Incentives are the most exciting part of the MICE (Meetings, Incentives, Conferences, Exhibition) business. The most vivid pre-COVID memories that I have of incentive trips are from experiencing destinations where I got to know their hidden gems, interact with locals and learn about their craft or their culture, and network with other participants. Memories and experiences that are created at a destination outlive any other type or event and experience; for me at least. 

The return of incentive travel has given clients the opportunity to book these trips with confidence. I had the pleasure of interviewing an industry leader who specialises in incentive travel and has a wide portfolio of national and international customers – Silvia Ganser, Director of Frankfurt-based 42 Incentives (which is part of the VOK DAMS Group). The past two years haven’t been easy for 42 Incentives and for many other companies in the events business. And now with live events returning and many companies rescheduling events which had been postponed in 2020, 2021 and 2022, and planning for 2023, this timely interview focuses on providing tips on how to plan an incentive trip with confidence, and with safety protocols built into it. The interview took place in Bern at Hotel Kreuz, and Silvia joined remotely from Frankfurt. 

Overview of the past two years 

At the beginning of February 2020, no one really knew what was happening. Towards the end of February and beginning of March, we received our first cancellations for some incentive trips abroad, like in Dubai and Cuba. These cancellations were two, three days or even one day before departure. 

So the most important thing at this stage was to secure the clients’ payment and our money abroad in foreign countries. As for the second step, we were rethinking what would be the solution. So the best solution was to postpone as far as possible, because it was also important to not lose money for the companies and our clients. 

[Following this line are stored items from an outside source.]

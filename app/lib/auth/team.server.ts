import { and, asc, eq, inArray } from "drizzle-orm";
import { emailOutbox, oneTimeTokens, STAFF_ROLES, users, type Company, type Role } from "~/db/schema";
import { StaffInviteAddressInUseEmail, StaffInviteEmail } from "~/emails/staff-invite";
import { db, writeTransaction } from "~/lib/platform/db.server";
import { prepareOutboxRow } from "~/lib/platform/email.server";
import { endAllSessions, type SessionUser } from "~/lib/auth/session.server";
import { createToken, oneTimeLinkPath } from "~/lib/auth/tokens.server";

type StaffRole = (typeof STAFF_ROLES)[number];

export type TeamMember = {
  id: number;
  name: string;
  email: string;
  role: Role;
  isActive: boolean;
  hasPassword: boolean;
};

/** A company's staff (owners, estimators, crew), by name; homeowners are customers, not staff. */
export async function listTeam(companyId: number): Promise<TeamMember[]> {
  const rows = await db
    .select({
      id: users.id,
      name: users.name,
      email: users.email,
      role: users.role,
      isActive: users.isActive,
      passwordHash: users.passwordHash,
    })
    .from(users)
    .where(and(eq(users.companyId, companyId), inArray(users.role, [...STAFF_ROLES])))
    .orderBy(asc(users.name));
  return rows.map(({ passwordHash, ...rest }) => ({ ...rest, hasPassword: passwordHash !== null }));
}

/** One active staff member of the company with one of the roles, or null. */
export async function findActiveStaff(
  companyId: number,
  userId: number,
  roles: readonly Role[],
): Promise<TeamMember | null> {
  const team = await db
    .select({
      id: users.id,
      name: users.name,
      email: users.email,
      role: users.role,
      isActive: users.isActive,
      passwordHash: users.passwordHash,
    })
    .from(users)
    .where(
      and(
        eq(users.id, userId),
        eq(users.companyId, companyId),
        eq(users.isActive, true),
        inArray(users.role, [...roles]),
      ),
    )
    .limit(1);
  const row = team[0];
  return row
    ? {
        id: row.id,
        name: row.name,
        email: row.email,
        role: row.role,
        isActive: row.isActive,
        hasPassword: row.passwordHash !== null,
      }
    : null;
}

export type TeamResult = { ok: true; message: string } | { ok: false; status: number; errors: Record<string, string> };

const INVITE_DAYS = 7;

/**
 * Invites a staff member: an account without a password, a one-time invite link and the e-mail
 * carrying it, all in one transaction (the outbox worker sends the mail later).
 */
export async function inviteStaff(args: {
  owner: SessionUser;
  company: Company;
  name: string;
  email: string;
  role: StaffRole;
  origin: string;
}): Promise<TeamResult> {
  const { owner, company, name, email, role, origin } = args;
  const sent: TeamResult = { ok: true, message: `Invitation sent to ${email}.` };
  const [taken] = await db
    .select({ id: users.id, companyId: users.companyId, role: users.role })
    .from(users)
    .where(eq(users.email, email))
    .limit(1);
  if (taken && taken.companyId === company.id && taken.role !== "homeowner") {
    // Already on this owner's own team, which the team page lists anyway.
    return { ok: false, status: 400, errors: { email: "That person is already on your team." } };
  }
  if (taken) {
    // An account elsewhere (another company, or a homeowner): answer as if invited, so the team page
    // tells no one which addresses have accounts; the address's owner is told by e-mail instead.
    await db.insert(emailOutbox).values(
      await prepareOutboxRow({
        idempotencyKey: `staff-invite-in-use/${company.id}/${taken.id}/${Date.now()}`,
        companyId: company.id,
        to: email,
        subject: `${owner.name} tried to add you to ${company.name} on Emberwright`,
        template: StaffInviteAddressInUseEmail({ companyName: company.name, name, invitedBy: owner.name }),
      }),
    );
    return sent;
  }
  const { token, tokenHash } = createToken();
  const mail = await prepareOutboxRow({
    idempotencyKey: `staff-invite/${tokenHash.slice(0, 16)}`,
    companyId: company.id,
    to: email,
    subject: `${owner.name} invited you to ${company.name} on Emberwright`,
    template: StaffInviteEmail({
      companyName: company.name,
      name,
      invitedBy: owner.name,
      role,
      link: `${origin}${oneTimeLinkPath(token)}`,
      days: INVITE_DAYS,
    }),
  });
  try {
    await writeTransaction(async (tx) => {
      const [created] = await tx
        .insert(users)
        .values({ companyId: company.id, email, name, role })
        .returning({ id: users.id });
      await tx.insert(oneTimeTokens).values({
        tokenHash,
        userId: created!.id,
        purpose: "invite",
        expiresAt: new Date(Date.now() + INVITE_DAYS * 86_400_000).toISOString(),
      });
      await tx.insert(emailOutbox).values(mail);
    });
  } catch (error) {
    // Two invitations for one address at once: the unique index lets only one through.
    if (String((error as { message?: string })?.message ?? error).includes("UNIQUE")) return sent;
    throw error;
  }
  return sent;
}

async function findMember(companyId: number, userId: number) {
  const [row] = await db
    .select({ id: users.id, name: users.name, role: users.role, isActive: users.isActive })
    .from(users)
    .where(and(eq(users.id, userId), eq(users.companyId, companyId), inArray(users.role, [...STAFF_ROLES])))
    .limit(1);
  return row ?? null;
}

const NOT_FOUND: TeamResult = { ok: false, status: 404, errors: { userId: "No such person on your team." } };

/** Changes another staff member's role; owners cannot change their own (so a company always keeps one). */
export async function changeRole(owner: SessionUser, userId: number, role: StaffRole): Promise<TeamResult> {
  if (userId === owner.id)
    return { ok: false, status: 400, errors: { role: "You cannot change your own role. Ask another owner." } };
  const member = await findMember(owner.companyId, userId);
  if (!member) return NOT_FOUND;
  if (member.role === role) return { ok: false, status: 400, errors: { role: `${member.name} is already ${role}.` } };
  await db
    .update(users)
    .set({ role })
    .where(and(eq(users.id, userId), eq(users.companyId, owner.companyId)));
  return { ok: true, message: `${member.name} is now ${role === "crew" ? "on the crew" : `an ${role}`}.` };
}

/** Deactivates or reactivates a staff member; deactivation ends every session at once. */
export async function setActive(owner: SessionUser, userId: number, isActive: boolean): Promise<TeamResult> {
  if (userId === owner.id) return { ok: false, status: 400, errors: { userId: "You cannot deactivate yourself." } };
  const member = await findMember(owner.companyId, userId);
  if (!member) return NOT_FOUND;
  if (member.isActive === isActive) {
    return {
      ok: false,
      status: 400,
      errors: { userId: `${member.name} is already ${isActive ? "active" : "deactivated"}.` },
    };
  }
  await db
    .update(users)
    .set({ isActive })
    .where(and(eq(users.id, userId), eq(users.companyId, owner.companyId)));
  if (!isActive) await endAllSessions(userId);
  return {
    ok: true,
    message: isActive
      ? `${member.name} can sign in again.`
      : `${member.name} is deactivated and signed out everywhere.`,
  };
}
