def _build_model(P: _Plan, drop=frozenset(), cands: _Cands | None = None, exclusive=False, day_extra=None):
    """The MILP: one binary per candidate booking, a path of bookings and idle time per station
    (a network, so no two bookings of a station overlap), the requirement rows and the recorder.
    ``drop`` names requirement groups left out (for explaining infeasibility)."""
    t = P.t
    a, b = t[:-1], t[1:]
    K = len(a)
    length = b - a
    C = cands if cands is not None else _candidates(P, "length" not in drop)
    n = len(C)
    M = _Model()
    x = M.vars(n, 0, 1, True, C.cost + BOOKING_CHARGE)

    # a path per station and free run: flow balance at every edge of the run
    for i in range(len(P.stations)):
        mask = P.avail[i]
        d = np.diff(np.concatenate(([0], mask.astype(np.int8), [0])))
        sel_i = np.flatnonzero(C.station == i)
        for k0, k1 in zip(np.flatnonzero(d == 1), np.flatnonzero(d == -1)):
            nn = k1 - k0 + 1  # nodes k0..k1
            idle = M.vars(k1 - k0, 0, 1, False, 0.0)
            rhs = np.zeros(nn)
            rhs[0], rhs[-1] = -1.0, 1.0  # one unit enters at the first edge, leaves at the last
            rows = M.rows(nn, rhs, rhs)
            # inflow - outflow = rhs
            M.coef(rows[1:], idle, 1.0)
            M.coef(rows[:-1], idle, -1.0)
            sel = sel_i[(C.p[sel_i] >= k0) & (C.q[sel_i] <= k1)]
            M.coef(rows[C.q[sel] - k0], x[sel], 1.0)
            M.coef(rows[C.p[sel] - k0], x[sel], -1.0)

    # burn monitor spans: every uncovered piece tracked by one booking
    if "burns" not in drop:
        for lo, hi in P.need_pieces:
            cov = np.flatnonzero((C.track0 <= lo + _TOL) & (C.track1 >= hi - _TOL))
            r = M.rows(1, 1, np.inf)
            M.coef(np.full(len(cov), r[0]), x[cov], 1.0)

    # tracked contact per whole UTC day (sum over bookings; overlaps are checked afterwards)
    contact_rows = set()
    if "contact" not in drop:
        for j in np.flatnonzero(P.day_need_s > 0):
            m0, m1 = P.days[j], P.days[j] + 86400.0
            ov = np.maximum(0.0, np.minimum(C.track1, m1) - np.maximum(C.track0, m0))
            sel = np.flatnonzero(ov > 0)
            need = P.day_need_s[j] - P.lock_tracked_day_s[j] + (day_extra or {}).get(int(j), 0.0)
            if need <= 0:
                continue
            contact_rows.add(int(j))
            # no booking can give the day more than it needs (coefficient tightening: same integer
            # solutions, a much closer LP bound), and the day needs at least this many bookings
            r = M.rows(1, need / 3600.0, np.inf)
            M.coef(np.full(len(sel), r[0]), x[sel], np.minimum(ov[sel], need) / 3600.0)
            if len(sel):
                r = M.rows(1, math.ceil(need / float(ov[sel].max()) - 1e-9), np.inf)
                M.coef(np.full(len(sel), r[0]), x[sel], 1.0)

    # ranging bookings per whole UTC day: tracked time overlapping the day
    if "ranging" not in drop:
        for j in np.flatnonzero(P.day_ranging_need > 0):
            if int(j) in contact_rows and P.day_ranging_need[j] <= 1:
                continue  # every new booking ranges, and the contact row already asks for one that day
            m0, m1 = P.days[j], P.days[j] + 86400.0
            sel = np.flatnonzero((C.track0 < m1) & (C.track1 > m0) & (C.track1 > C.track0))
            r = M.rows(1, P.day_ranging_need[j], np.inf)
            M.coef(np.full(len(sel), r[0]), x[sel], 1.0)

    # station hours per 7-day block
    if "week" not in drop:
        for (i, wk), cap_s in P.week_cap_s.items():
            w0 = P.week0 + wk * 7 * 86400.0
            sel = np.flatnonzero(C.station == i)
            ov = np.maximum(0.0, np.minimum(C.end[sel], w0 + 7 * 86400.0) - np.maximum(C.start[sel], w0))
            sel, ov = sel[ov > 0], ov[ov > 0]
            r = M.rows(1, -np.inf, max(cap_s, 0.0) / 3600.0)
            M.coef(np.full(len(sel), r[0]), x[sel], ov / 3600.0)

    # one transmitter: downlink times of two bookings never overlap (added when the check asks for it)
    if exclusive:
        dl = np.flatnonzero(C.downlink & (C.vol > 0))
        for k in range(K):
            sel = dl[(C.track0[dl] < b[k] - _TOL) & (C.track1[dl] > a[k] + _TOL)]
            if len(np.unique(C.station[sel])) > 1:
                r = M.rows(1, -np.inf, 1)
                M.coef(np.full(len(sel), r[0]), x[sel], 1.0)

    # recorder: fill at every slot edge, an upper bound of the real fill. A booking's volume leaves at
    # the first edge after its downlink time begins, never more than is on board then.
    F = None
    if math.isfinite(P.capacity) and "recorder" not in drop:
        cap = max(P.capacity, 0.0)
        hi = np.where(np.arange(1, K + 1) <= P.fill_end_index, cap, np.inf)
        F = np.concatenate((M.vars(1, P.fill0, P.fill0, False), M.vars(K, P.gen_gbit_s * length, hi, False)))
        dl = np.flatnonzero(C.downlink & (C.vol > 1e-9))
        node = np.clip(np.searchsorted(t, C.track0[dl] - _TOL, side="left"), 0, K - 1)
        # what is produced during the downlink time goes out with it: that part leaves at the
        # first edge after the downlink time ends, the rest at the first edge after it begins
        node_end = np.clip(np.searchsorted(t, C.track1[dl] - _TOL, side="left"), 0, K - 1)
        during = np.minimum(C.vol[dl], P.gen_gbit_s * (C.track1[dl] - C.track0[dl]))
        during = np.where(node_end > node, during, 0.0)
        first = C.vol[dl] - during
        credit = np.zeros(K, dtype=bool)
        credit[node] = True
        credit[node_end[during > 0]] = True
        credit |= P.lock_data_gbit > 0
        gen = P.gen_gbit_s * length
        # edge k: F[k+1] - F[k] + sum(vol x) >= gen - locked   (== gen when nothing can leave there)
        lo = gen - np.where(P.lock_data_gbit > 0, P.lock_data_gbit, 0.0)
        rows = M.rows(K, lo, np.where(credit, np.inf, gen))
        M.coef(rows, F[1:], 1.0)
        M.coef(rows, F[:-1], -1.0)
        # no credit beyond the capacity counts (F <= cap): clipping keeps the integer plans, tightens the LP
        M.coef(rows[node], x[dl], np.minimum(first, cap))
        late = during > 0
        M.coef(rows[node_end[late]], x[dl[late]], np.minimum(during[late], cap))
        # Implied cover rows (same integer solutions, a much closer LP bound): after a downlink the
        # fill grows by the production rate, so every edge k needs some downlink leaving within the
        # last cap / production seconds before it (or the start's content to fit), likewise the end.
        if P.gen_gbit_s > 0 and len(dl):
            cn = np.where(first > 0, node, node_end)
            lock_nodes = np.flatnonzero(P.lock_data_gbit > 0)
            every = max(1, int(round(2 * 3600.0 / max(float(np.median(length)), 1.0))))
            ks = list(range(every, P.fill_end_index + 1, every)) + [P.fill_end_index]
            covers = [(kk, cap) for kk in ks]
            if P.end_max is not None:
                covers.append((P.fill_end_index, P.end_max))
            for kk, limit in covers:
                win = limit / P.gen_gbit_s
                k_lo = int(np.searchsorted(t, t[kk] - win - _TOL, side="left"))
                if k_lo == 0 and P.fill0 + P.gen_gbit_s * (t[kk] - t[0]) <= limit + 1e-9:
                    continue
                if np.any((lock_nodes >= k_lo) & (lock_nodes < kk)):
                    continue
                sel = np.flatnonzero((cn >= k_lo) & (cn < kk))
                r = M.rows(1, 1, np.inf)
                M.coef(np.full(len(sel), r[0]), x[dl[sel]], 1.0)
        # the fill just before the booking's downlink starts is checked at that edge (F[node] <= cap)
        if P.end_max is not None:
            r = M.rows(1, -np.inf, P.end_max)
            M.coef(r, F[P.fill_end_index:P.fill_end_index + 1], 1.0)
    return M, x, C, F
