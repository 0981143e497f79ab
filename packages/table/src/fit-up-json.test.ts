import { describe, expect, it } from 'vitest';
import { MM_PER_INCH } from '@girth/pipes';
import { branchFitUp, layoutBranch, layoutMiter, miterFitUp, withFitUp } from '@girth/unroll';
import { formatStationTable } from './format-station-table.js';
import { toResultJson } from './result-json.js';

// ASME B36.10M (REFERENCES.md, recalled): NPS 12 STD 12.750 x 0.375 in, NPS 6 STD 6.625 x 0.280 in.
const tee = { header: { odMm: 12.75 * MM_PER_INCH, wallMm: 0.375 * MM_PER_INCH, label: 'NPS 12 STD' }, branch: { odMm: 6.625 * MM_PER_INCH, wallMm: 0.28 * MM_PER_INCH, label: 'NPS 6 STD' } };
const R = 12.75 / 2;
const r = 6.625 / 2 - 0.28;

/** Every key of every object inside `value`. */
function keysOf(value: unknown, out: string[] = []): string[] {
  if (Array.isArray(value)) for (const v of value) keysOf(v, out);
  else if (value !== null && typeof value === 'object') for (const [k, v] of Object.entries(value)) out.push(k), keysOf(v, out);
  return out;
}

describe('the fit-up in the result contract', () => {
  const fitted = withFitUp(layoutBranch(tee, { stations: 16 }), branchFitUp(tee), { ordinatesFrom: 'short-point', format: { format: 'ft-in' } });

  it('converts every fit-up length to the result unit, keeps angles in degrees, and names no key with a unit suffix', () => {
    const json = toResultJson(fitted, { units: 'in' }) as Record<string, any>;
    expect(json.ordinatesFrom).toBe('short-point');
    // MathWorld, "Cylinder-Cylinder Intersection": the saddle depth R − sqrt(R² − r²) is the cut's full depth.
    const column = json.templates[0].ordinates.columns[0];
    expect(column.key).toBe('ordinate');
    expect(column.cutbackKey).toBe('cutback');
    expect(Math.abs(column.fullDepth - (R - Math.sqrt(R * R - r * r)))).toBeLessThan(2e-6);
    expect(json.templates[1].ordinates).toBeUndefined();
    // Default check: a foot of run and radius, one inch of arc per degree on 57.3 in.
    expect(json.fitUp.angleCheck.run).toBe(12);
    expect(json.fitUp.angleCheck.angleDeg).toBe(90);
    expect(Math.abs(json.fitUp.angleCheck.arcRadius - 180 / Math.PI)).toBeLessThan(1e-6);
    // The hole's heel and toe lie r from the crossing along the top line of a 90° tee (ρ / sin 90°).
    expect(Math.abs(json.fitUp.hole.toe.fromCentre - r)).toBeLessThan(2e-6);
    expect(json.fitUp.cutDepths).toBeUndefined();
    expect(keysOf(json).filter((k) => /Mm$/.test(k))).toEqual([]);
    // The same result in mm is 25.4 times the inch figures.
    const mm = toResultJson(fitted, { units: 'mm' }) as Record<string, any>;
    expect(Math.abs(mm.fitUp.hole.toe.fromCentre - 25.4 * json.fitUp.hole.toe.fromCentre)).toBeLessThan(1e-4);
  });

  it('gives a middle miter piece both of its columns', () => {
    const spec = { pipe: tee.branch, bendDeg: 90, welds: 3, radiusMm: 228.6 };
    const json = toResultJson(withFitUp(layoutMiter(spec), miterFitUp(spec)), { units: 'mm' }) as Record<string, any>;
    const middle = json.templates.find((t: { id: string }) => t.id === 'miter-middle');
    expect(middle.ordinates.columns.map((c: { key: string }) => c.key)).toEqual(['cutback', 'cutbackFar']);
    expect(json.fitUp.weldLines).toHaveLength(3);
  });

  it('the text table states the reference, the full depth and the stock past the short point under the stretch-out', () => {
    const text = formatStationTable(fitted.templates[0], { format: 'ft-in' }).split('\n');
    expect(text[1]).toMatch(/^Stretch-out: /);
    expect(text[2]).toBe(fitted.templates[0].ordinates!.lines[0]);
    expect(text[2]).toMatch(/^Ordinates measured from the square line through the short point; full depth of the cut 3\/4"/);
  });
});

After more or less four weeks, at the end of March, nearly all incentive trips were cancelled. Our advantage at this time was that we have a very stable and very good relationship with our partners abroad and our network. So we negotiated client-friendly terms for all cancelled trips under very good conditions, and for all projects which were upcoming, that the payment would be postponed as well. This was really priority at that moment, to give these clients a sense of safety and security in terms of being able to postpone everything. Our principle was ‘Don’t cancel, plan it later.’

Since November last year, the team at 42 Incentives have been back on the road, planning incentives around the world, both short and long haul. 

What has changed since the pandemic in the way companies approach incentive travel?

I would estimate we have a higher workload of 20% per project. The biggest challenge is all the travel restrictions around the world, especially if we handle international groups. We are working as a service provider for our clients so we have to inform our clients even if we say everybody has to take their own responsibility. 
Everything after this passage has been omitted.